Every year, I start my fishing season with a few goals. Actually, they're dreams because they're not just professional accomplishments or checklist kinds of things, but things I've worked toward and hoped for ever since I was a kid.
I've realized some of my career dreams, like winning the Bassmaster Classic in 2008, but others have eluded me.
By far, the biggest of my fishing dreams today is to win the Toyota Bassmaster Angler of the Year award. It's the pinnacle of accomplishment in my industry, and a title that everyone wants but which has to be earned, tournament by tournament, weigh-in by weigh-in, fish by fish.
If you saw the results from the St. Lawrence River, you know I finished 58th. That essentially means I'm out of the hunt for the Angler of the Year award for another season. It was a disappointing moment — always is.

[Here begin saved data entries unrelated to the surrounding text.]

package propagation

import (
	"errors"
	"math"
	"testing"

	"slantwise/orbit/unit"
)

func rise(t *testing.T, d Disc, gain unit.DB, width, off unit.Angle) float64 {
	t.Helper()
	k, err := AntennaRise(d, gain, width, off)
	if err != nil {
		t.Fatal(err)
	}
	return k.Kelvins()
}

// The noise reference: 70 solar flux units at 2250 MHz into 35 dBi raise the antenna
// by S lambda² G/(8 pi k) = 1132 K (computed there), where the beam is wide.
func TestSunInAWideBeam(t *testing.T) {
	sun, err := SunOfFlux(2250*unit.Megahertz, 70*SolarFluxUnit)
	if err != nil {
		t.Fatal(err)
	}
	if got := rise(t, sun, 35, 30*unit.Degree, 0); math.Abs(got-1132) > 1 {
		t.Errorf("got %.2f K, want 1132 K", got)
	}
}

// On the axis the integral has a closed form: T G w²/(16 x 1.2 ln 10) (1 - 10^(-1.2 (D/2w)²)), with
// the disc's radius in the exponent; derived. Off the axis by a half beamwidth a small
// disc falls by 3 dB.
func TestRiseAgainstClosedForm(t *testing.T) {
	for _, width := range []float64{0.1, 0.3, 0.7, 3} {
		d := Disc{1e4, SunDiameter}
		w := width * math.Pi / 180
		x := SunDiameter.Radians() / (2 * w)
		want := 1e4 * 1e4 / (4 * math.Pi) * math.Pi * w * w / (1.2 * math.Ln10) * (1 - math.Pow(10, -1.2*x*x))
		if got := rise(t, d, 40, unit.Angle(width)*unit.Degree, 0); math.Abs(got/want-1) > 1e-3 {
			t.Errorf("beam of %g deg: got %.4f K, want %.4f K", width, got, want)
		}
	}
	d := Disc{1e4, 0.01 * unit.Degree}
	if got := rise(t, d, 30, 4*unit.Degree, 2*unit.Degree) / rise(t, d, 30, 4*unit.Degree, 0); math.Abs(10*math.Log10(got)+3) > 1e-3 {
		t.Errorf("half a beamwidth off the axis: %.4f dB, want -3 dB", 10*math.Log10(got))
	}
	if got := rise(t, d, 30, 1*unit.Degree, 5*unit.Degree); got != 0 {
		t.Errorf("far outside the beam: %g K", got)
	}
}

// The quiet Sun's flux at 2800 MHz is 65 to 70 units (noise reference, from memory);
// the reading of the figure is good to a factor of 1.5.
func TestQuietSun(t *testing.T) {
	sun, err := QuietSun(2.8 * unit.Gigahertz)
	if err != nil {
		t.Fatal(err)
	}
	lambda := (2.8 * unit.Gigahertz).Wavelength().Metres()
	units := 2 * unit.Boltzmann * sun.Brightness.Kelvins() / (lambda * lambda) * solidAngle(SunDiameter) / SolarFluxUnit
	if units < 67.5/1.5 || units > 67.5*1.5 {
		t.Errorf("%.1f K is a flux of %.1f units", sun.Brightness, units)
	}
	var re *unit.RangeError
	if _, err := QuietSun(200 * unit.Gigahertz); !errors.As(err, &re) {
		t.Errorf("200 GHz: got %v, want a *RangeError", err)
	}
	for _, bad := range []struct{ width, off unit.Angle }{{0, 0}, {1, -1}, {unit.Angle(math.NaN()), 0}} {
		if _, err := AntennaRise(sun, 30, bad.width, bad.off); !errors.As(err, &re) {
			t.Errorf("beam %v, off axis %v: got %v, want a *RangeError", bad.width, bad.off, err)
		}
	}
}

For every Elite angler but one, the dream of AOY dies at some point during the season. A terrible finish in the opener can all but kill it before things really get started. I feel fortunate that my dream lasted until the seventh of eight tournaments.
Of course, it's a bad feeling when you have to give up on a dream like that because it'll be months before I can bring it back to life. At the same time, I can't let it drag me down or adversely affect my performance because I still have work to do. We have one tournament left, and there are other dreams and goals I still want to realize and accomplish.
I'm currently seventh in the AOY race, and that puts me just inside the cut to make Toyota All-Star Week. As you may know, the reigning Bassmaster Classic champ, Bassmaster Rookie of the Year and top eight anglers in the AOY race all get invitations to compete. Four other anglers will be voted in by the fans. Much as I appreciate my fans and all the support they give me, I want to earn my way to All-Star Week on points, and I can do that with a good finish at the season finale on Lake St. Clair.
My poor performance at the St. Lawrence River, though, came as something of a surprise to me. I had a great practice — probably my best of the entire year. But when the tournament started and I went to my primary area (I found it late on the last day of practice, and two presentations with a drop shot produced two 5 pounders!) I caught just a couple of 12-inchers, and the other spots I had nearby only gave me a small limit.
I tried adjusting my baits and line size, but nothing helped to upgrade my catch. With just over 17 pounds on the first day, I knew I'd be around the bubble to make the first cut. Unfortunately for me, things got worse on Day 2, and I was headed home.
Which brings me to my next and far more important topic.
It's a very special week here in the Jones household. We're sending our daughter, Kristen, off to college tomorrow (Friday). She'll be attending Southwestern University in Georgetown, Texas, and plans to pursue an education in international business and law.
It's humbling and really puts life in perspective to think that Kristen came into our lives a little more than 18 years ago. I'll always remember it as one of the greatest days of my life, but it was also more than a little scary and intimidating to bring a new life into the world. As many of you know, that's a lot of responsibility and a lot of commitment.
My wife Jimmye Sue and I have been blessed, though. Kristen has grown into a wonderful young woman, and we're extremely proud of her. We know she has a bright future, and I'm looking forward to watching her grow as an adult.
Tonight, we'll have a special dinner for Kristen — just the immediate family — and we'll talk about where she's been and where she's going. I'll drive her to campus tomorrow, and she'll set out on a new path toward realizing her own dreams in life.
She's already helped me realize many of mine.